Find the word "caller" below. Copy each line that has it.
BEGIN Working data
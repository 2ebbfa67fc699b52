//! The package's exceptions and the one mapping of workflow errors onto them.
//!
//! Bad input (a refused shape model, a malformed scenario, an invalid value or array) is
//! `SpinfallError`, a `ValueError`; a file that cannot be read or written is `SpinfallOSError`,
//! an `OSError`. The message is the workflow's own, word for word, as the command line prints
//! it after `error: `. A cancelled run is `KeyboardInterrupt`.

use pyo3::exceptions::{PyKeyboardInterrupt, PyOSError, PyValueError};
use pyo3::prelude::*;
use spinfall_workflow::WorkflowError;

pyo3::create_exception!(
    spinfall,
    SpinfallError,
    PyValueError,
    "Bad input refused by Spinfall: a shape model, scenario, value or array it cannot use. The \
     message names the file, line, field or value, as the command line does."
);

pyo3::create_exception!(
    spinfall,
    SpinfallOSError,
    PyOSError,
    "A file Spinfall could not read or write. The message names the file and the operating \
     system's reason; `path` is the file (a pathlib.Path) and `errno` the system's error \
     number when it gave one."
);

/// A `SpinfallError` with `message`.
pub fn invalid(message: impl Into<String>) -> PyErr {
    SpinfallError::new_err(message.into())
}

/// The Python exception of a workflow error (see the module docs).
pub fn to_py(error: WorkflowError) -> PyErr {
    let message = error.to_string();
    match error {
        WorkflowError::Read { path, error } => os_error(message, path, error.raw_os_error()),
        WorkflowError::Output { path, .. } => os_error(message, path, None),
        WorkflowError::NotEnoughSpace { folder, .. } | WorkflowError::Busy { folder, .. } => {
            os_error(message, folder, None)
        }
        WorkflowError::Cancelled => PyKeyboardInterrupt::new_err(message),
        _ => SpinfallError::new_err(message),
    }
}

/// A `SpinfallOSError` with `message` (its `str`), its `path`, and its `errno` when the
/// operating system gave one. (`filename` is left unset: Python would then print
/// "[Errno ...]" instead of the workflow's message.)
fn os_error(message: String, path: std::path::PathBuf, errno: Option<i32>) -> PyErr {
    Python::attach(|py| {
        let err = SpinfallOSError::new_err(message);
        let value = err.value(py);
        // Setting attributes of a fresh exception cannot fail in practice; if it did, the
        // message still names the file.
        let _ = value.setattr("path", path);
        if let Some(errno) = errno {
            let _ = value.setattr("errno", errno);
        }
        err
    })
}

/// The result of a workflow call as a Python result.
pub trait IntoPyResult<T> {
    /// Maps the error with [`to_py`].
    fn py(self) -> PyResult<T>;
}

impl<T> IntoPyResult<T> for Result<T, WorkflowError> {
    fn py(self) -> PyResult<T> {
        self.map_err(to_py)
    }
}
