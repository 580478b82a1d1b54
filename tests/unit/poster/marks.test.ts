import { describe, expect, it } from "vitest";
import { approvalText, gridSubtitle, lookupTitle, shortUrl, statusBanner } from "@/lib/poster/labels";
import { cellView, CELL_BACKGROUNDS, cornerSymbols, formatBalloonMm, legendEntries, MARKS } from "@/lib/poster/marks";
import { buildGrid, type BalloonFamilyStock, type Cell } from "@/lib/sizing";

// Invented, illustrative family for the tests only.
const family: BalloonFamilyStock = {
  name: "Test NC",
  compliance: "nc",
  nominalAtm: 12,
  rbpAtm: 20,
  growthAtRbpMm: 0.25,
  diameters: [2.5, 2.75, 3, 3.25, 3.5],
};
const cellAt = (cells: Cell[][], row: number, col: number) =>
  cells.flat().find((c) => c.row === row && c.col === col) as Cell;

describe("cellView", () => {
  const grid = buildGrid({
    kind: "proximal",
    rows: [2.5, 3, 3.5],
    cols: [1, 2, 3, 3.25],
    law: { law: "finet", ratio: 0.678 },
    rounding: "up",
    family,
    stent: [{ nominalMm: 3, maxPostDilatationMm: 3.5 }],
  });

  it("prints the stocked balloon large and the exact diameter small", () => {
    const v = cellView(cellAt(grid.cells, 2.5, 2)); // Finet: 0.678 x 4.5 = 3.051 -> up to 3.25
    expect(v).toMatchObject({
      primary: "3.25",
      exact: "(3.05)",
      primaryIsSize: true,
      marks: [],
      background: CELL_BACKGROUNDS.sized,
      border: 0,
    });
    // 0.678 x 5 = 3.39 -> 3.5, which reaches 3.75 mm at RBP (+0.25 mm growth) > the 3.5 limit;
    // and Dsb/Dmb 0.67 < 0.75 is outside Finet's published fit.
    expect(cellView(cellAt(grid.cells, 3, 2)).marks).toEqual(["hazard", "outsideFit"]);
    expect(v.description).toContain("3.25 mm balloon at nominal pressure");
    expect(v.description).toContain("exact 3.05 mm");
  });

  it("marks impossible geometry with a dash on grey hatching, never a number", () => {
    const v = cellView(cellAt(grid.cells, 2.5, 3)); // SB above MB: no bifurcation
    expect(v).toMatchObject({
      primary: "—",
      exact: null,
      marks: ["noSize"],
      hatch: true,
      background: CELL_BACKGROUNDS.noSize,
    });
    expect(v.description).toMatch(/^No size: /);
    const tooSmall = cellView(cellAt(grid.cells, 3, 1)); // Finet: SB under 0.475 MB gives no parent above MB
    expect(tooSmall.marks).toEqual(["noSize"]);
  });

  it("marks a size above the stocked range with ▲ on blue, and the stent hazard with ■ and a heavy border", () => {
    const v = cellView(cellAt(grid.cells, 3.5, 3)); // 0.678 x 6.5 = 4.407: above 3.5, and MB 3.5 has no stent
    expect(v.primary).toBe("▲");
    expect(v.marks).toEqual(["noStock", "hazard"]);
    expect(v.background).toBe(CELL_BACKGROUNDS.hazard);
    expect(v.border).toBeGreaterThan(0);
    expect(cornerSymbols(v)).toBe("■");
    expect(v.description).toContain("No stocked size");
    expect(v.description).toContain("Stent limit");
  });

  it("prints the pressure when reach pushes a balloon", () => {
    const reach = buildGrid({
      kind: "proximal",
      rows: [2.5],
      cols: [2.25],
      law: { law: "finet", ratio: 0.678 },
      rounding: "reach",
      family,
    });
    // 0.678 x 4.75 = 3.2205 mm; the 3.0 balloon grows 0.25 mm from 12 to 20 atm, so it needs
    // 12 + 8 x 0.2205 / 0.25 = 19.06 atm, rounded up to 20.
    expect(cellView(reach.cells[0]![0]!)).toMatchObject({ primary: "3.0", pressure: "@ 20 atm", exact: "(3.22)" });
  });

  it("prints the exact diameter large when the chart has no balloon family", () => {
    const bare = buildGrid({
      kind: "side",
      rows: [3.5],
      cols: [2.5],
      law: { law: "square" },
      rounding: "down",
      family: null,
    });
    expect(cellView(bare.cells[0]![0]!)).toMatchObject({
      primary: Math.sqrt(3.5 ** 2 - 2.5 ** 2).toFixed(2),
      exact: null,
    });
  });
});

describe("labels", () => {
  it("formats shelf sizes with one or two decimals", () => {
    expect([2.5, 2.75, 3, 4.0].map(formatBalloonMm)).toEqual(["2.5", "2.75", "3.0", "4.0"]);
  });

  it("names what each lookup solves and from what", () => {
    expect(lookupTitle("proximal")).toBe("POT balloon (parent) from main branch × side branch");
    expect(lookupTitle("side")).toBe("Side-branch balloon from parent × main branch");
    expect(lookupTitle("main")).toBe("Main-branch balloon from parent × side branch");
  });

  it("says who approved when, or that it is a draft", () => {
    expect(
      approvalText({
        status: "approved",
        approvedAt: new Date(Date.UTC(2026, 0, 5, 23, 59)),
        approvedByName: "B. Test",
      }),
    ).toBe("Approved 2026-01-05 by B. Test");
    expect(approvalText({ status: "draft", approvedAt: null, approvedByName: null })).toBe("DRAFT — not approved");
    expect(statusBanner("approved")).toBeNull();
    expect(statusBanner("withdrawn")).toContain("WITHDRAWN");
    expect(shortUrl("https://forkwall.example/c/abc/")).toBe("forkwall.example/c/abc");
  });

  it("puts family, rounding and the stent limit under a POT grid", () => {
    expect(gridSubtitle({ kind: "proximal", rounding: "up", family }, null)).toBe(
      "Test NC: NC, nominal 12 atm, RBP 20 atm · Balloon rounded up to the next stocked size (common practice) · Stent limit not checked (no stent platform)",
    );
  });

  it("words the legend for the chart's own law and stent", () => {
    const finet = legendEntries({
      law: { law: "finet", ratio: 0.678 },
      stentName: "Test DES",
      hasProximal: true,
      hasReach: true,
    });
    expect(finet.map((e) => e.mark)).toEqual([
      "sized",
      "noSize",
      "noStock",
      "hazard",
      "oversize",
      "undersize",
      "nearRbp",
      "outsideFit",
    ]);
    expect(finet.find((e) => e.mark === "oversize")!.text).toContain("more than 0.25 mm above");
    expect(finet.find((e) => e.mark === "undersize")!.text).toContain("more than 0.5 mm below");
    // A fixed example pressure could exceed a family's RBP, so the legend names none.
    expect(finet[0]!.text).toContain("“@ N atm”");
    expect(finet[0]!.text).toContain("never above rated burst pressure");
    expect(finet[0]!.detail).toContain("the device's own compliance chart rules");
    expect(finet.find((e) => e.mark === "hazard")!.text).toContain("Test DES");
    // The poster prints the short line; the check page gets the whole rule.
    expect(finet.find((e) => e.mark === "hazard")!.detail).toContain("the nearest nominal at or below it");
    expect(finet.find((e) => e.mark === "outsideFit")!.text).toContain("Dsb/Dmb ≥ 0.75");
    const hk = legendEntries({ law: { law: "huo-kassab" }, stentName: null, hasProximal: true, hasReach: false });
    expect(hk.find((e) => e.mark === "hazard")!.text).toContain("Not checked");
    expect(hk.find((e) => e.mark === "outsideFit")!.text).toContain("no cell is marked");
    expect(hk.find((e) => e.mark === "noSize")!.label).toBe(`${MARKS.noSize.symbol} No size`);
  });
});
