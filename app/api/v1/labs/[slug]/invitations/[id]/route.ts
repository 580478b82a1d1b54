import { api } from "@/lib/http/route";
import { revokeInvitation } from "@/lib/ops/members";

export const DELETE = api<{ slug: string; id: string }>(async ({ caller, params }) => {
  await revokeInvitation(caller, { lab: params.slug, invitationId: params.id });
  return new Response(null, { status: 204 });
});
END Working data
BEGIN Working data
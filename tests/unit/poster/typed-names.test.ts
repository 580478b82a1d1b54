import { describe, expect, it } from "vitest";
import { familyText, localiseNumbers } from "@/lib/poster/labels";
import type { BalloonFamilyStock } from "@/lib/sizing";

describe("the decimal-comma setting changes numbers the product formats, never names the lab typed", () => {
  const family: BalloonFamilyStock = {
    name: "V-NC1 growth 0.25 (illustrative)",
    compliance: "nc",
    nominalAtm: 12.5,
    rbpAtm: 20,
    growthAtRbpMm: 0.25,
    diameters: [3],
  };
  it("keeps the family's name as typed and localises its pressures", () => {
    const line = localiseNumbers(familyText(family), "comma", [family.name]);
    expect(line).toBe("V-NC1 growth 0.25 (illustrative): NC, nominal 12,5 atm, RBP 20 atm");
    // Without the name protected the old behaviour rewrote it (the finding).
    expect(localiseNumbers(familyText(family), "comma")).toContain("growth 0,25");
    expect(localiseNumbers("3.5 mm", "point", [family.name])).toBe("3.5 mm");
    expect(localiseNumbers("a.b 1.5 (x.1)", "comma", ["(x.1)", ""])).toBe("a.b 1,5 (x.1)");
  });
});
END Working data
BEGIN Working data
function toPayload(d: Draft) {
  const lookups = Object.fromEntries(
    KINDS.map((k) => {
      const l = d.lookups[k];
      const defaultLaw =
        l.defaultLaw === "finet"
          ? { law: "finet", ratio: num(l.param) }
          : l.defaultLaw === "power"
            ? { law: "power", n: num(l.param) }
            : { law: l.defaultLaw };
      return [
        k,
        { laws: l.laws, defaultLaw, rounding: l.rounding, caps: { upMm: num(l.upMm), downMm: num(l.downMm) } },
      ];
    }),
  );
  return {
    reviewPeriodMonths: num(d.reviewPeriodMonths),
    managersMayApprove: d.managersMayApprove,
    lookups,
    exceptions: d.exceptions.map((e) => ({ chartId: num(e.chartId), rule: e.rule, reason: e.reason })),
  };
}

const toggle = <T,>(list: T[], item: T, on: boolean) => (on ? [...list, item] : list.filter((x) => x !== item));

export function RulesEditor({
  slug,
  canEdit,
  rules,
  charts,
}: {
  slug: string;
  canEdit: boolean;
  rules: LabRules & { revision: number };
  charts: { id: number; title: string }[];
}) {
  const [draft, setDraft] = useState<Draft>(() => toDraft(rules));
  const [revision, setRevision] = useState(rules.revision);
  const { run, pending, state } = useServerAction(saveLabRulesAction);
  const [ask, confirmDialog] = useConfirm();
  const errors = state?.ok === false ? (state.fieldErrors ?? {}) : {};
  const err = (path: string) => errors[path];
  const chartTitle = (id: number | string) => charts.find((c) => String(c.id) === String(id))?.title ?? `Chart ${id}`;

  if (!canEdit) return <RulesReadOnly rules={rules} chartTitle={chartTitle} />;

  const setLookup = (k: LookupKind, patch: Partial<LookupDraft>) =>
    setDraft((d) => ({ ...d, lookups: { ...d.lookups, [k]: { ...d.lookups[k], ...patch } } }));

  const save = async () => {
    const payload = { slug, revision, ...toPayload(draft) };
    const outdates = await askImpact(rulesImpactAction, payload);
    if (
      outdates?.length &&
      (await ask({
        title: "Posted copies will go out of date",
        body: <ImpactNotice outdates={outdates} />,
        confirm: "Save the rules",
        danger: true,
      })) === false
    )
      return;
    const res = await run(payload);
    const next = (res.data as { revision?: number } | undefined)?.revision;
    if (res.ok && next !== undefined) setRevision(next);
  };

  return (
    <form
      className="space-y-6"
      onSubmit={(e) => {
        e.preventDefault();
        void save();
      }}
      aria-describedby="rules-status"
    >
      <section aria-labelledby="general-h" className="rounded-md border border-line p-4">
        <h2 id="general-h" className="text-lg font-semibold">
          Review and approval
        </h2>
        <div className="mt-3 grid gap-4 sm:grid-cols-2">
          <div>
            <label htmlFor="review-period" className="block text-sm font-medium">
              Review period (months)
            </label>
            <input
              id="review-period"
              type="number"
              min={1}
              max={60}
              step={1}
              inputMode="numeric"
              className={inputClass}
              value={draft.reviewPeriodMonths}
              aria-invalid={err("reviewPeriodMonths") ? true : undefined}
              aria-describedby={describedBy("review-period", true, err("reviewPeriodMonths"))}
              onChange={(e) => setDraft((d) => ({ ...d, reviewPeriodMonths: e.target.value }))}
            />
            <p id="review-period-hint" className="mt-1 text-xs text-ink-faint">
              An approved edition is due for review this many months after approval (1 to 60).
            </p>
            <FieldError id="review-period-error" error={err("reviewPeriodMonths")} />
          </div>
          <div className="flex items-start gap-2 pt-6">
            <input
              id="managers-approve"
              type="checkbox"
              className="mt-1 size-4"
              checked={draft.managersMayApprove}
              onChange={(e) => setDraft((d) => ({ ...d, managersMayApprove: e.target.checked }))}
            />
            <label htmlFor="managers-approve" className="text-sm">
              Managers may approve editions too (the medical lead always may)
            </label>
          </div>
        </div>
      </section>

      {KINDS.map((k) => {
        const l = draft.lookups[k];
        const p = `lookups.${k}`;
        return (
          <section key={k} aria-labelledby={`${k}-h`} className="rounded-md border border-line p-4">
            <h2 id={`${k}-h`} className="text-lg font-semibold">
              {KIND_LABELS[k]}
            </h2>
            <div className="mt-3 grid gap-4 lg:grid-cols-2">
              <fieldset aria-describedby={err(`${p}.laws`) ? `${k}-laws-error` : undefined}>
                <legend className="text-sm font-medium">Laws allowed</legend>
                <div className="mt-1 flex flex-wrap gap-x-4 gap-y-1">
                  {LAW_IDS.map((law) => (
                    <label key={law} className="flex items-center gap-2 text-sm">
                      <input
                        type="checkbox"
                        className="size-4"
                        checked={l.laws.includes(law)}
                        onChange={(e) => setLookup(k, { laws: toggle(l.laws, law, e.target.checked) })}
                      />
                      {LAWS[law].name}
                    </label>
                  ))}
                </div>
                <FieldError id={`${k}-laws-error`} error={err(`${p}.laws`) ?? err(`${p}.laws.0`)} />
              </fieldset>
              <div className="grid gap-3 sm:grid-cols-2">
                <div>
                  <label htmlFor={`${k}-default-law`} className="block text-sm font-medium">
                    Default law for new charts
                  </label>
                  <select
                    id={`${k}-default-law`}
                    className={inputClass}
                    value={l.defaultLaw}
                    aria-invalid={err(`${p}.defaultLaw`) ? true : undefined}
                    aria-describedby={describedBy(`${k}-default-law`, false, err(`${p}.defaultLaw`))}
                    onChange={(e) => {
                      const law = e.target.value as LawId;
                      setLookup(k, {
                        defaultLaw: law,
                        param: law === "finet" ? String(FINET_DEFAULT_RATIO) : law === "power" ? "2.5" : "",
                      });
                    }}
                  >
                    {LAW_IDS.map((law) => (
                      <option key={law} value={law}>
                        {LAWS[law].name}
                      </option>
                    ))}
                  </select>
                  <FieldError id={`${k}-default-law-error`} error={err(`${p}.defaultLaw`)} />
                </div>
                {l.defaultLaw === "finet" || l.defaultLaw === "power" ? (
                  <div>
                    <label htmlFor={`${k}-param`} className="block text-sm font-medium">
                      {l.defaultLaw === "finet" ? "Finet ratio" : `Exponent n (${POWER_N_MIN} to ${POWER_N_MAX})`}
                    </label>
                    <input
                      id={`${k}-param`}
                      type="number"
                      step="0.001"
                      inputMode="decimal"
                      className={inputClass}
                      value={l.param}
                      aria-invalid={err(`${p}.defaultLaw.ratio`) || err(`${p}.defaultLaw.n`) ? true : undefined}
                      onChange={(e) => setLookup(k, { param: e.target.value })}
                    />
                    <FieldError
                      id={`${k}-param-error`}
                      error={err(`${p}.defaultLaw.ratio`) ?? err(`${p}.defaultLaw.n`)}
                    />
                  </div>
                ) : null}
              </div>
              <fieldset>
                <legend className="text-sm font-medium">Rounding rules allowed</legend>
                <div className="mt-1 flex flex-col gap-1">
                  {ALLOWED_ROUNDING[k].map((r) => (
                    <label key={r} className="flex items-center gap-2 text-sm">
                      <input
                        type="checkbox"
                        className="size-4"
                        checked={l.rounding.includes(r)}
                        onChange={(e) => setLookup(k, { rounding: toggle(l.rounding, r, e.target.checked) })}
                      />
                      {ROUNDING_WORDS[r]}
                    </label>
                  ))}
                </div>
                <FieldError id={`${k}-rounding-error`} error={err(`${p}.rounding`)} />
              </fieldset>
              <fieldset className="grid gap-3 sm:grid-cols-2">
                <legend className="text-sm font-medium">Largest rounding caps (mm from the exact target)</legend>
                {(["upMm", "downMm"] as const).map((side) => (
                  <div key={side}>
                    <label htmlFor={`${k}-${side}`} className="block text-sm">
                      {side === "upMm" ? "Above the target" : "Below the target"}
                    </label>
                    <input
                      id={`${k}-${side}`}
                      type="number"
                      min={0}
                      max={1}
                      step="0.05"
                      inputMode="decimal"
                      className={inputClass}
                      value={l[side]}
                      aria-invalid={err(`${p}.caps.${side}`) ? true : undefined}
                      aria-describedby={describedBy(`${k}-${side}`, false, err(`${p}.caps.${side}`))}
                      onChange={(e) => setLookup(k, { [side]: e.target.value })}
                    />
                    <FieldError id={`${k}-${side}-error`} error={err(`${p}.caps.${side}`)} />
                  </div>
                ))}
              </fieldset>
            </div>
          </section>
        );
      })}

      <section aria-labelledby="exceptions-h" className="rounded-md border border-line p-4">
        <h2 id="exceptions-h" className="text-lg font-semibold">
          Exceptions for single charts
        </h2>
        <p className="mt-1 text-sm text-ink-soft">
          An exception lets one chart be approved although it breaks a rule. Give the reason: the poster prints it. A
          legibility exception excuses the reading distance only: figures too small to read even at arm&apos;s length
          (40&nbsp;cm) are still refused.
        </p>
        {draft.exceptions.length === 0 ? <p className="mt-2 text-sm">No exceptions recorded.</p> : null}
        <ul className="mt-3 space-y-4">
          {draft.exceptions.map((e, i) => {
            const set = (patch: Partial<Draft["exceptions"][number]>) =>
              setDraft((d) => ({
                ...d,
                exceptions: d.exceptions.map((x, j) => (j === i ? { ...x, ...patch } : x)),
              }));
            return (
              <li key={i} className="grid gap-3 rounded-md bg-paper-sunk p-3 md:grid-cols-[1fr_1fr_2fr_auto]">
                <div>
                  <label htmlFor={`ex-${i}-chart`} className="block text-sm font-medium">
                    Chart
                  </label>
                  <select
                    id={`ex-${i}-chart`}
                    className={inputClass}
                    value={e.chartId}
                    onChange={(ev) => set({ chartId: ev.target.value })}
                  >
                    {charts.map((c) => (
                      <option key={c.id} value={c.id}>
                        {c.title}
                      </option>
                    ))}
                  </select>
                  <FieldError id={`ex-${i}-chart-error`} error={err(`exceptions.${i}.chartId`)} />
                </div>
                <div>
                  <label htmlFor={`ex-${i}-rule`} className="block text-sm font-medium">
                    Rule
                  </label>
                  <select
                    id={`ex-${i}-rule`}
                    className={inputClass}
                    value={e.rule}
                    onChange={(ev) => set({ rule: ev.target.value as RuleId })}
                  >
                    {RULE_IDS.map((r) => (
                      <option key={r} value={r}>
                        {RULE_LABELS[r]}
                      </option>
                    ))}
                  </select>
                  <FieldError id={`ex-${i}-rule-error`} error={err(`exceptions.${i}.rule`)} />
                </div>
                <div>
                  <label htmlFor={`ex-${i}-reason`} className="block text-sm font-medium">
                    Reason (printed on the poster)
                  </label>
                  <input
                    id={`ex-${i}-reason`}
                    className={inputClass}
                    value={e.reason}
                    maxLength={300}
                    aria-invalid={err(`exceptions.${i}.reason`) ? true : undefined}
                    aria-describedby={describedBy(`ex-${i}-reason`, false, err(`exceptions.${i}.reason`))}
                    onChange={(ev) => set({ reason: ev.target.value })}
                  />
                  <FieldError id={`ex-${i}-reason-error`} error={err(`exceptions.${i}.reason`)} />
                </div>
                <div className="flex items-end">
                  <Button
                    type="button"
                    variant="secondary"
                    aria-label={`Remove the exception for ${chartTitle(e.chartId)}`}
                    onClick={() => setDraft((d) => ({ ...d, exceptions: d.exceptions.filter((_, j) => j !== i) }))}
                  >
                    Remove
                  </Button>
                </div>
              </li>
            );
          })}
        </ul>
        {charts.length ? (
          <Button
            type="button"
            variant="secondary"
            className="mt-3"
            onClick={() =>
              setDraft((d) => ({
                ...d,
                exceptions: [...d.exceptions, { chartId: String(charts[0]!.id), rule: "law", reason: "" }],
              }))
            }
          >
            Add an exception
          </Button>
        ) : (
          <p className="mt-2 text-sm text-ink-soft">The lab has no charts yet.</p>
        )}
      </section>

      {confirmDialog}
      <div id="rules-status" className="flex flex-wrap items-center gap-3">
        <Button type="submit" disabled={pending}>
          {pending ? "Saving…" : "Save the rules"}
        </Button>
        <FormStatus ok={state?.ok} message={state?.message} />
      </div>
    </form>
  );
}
END Working data
Completed task
export const DELETE = api<{ slug: string; id: string }>(async ({ caller, params }) => {
  await revokeInvitation(caller, { lab: params.slug, invitationId: params.id });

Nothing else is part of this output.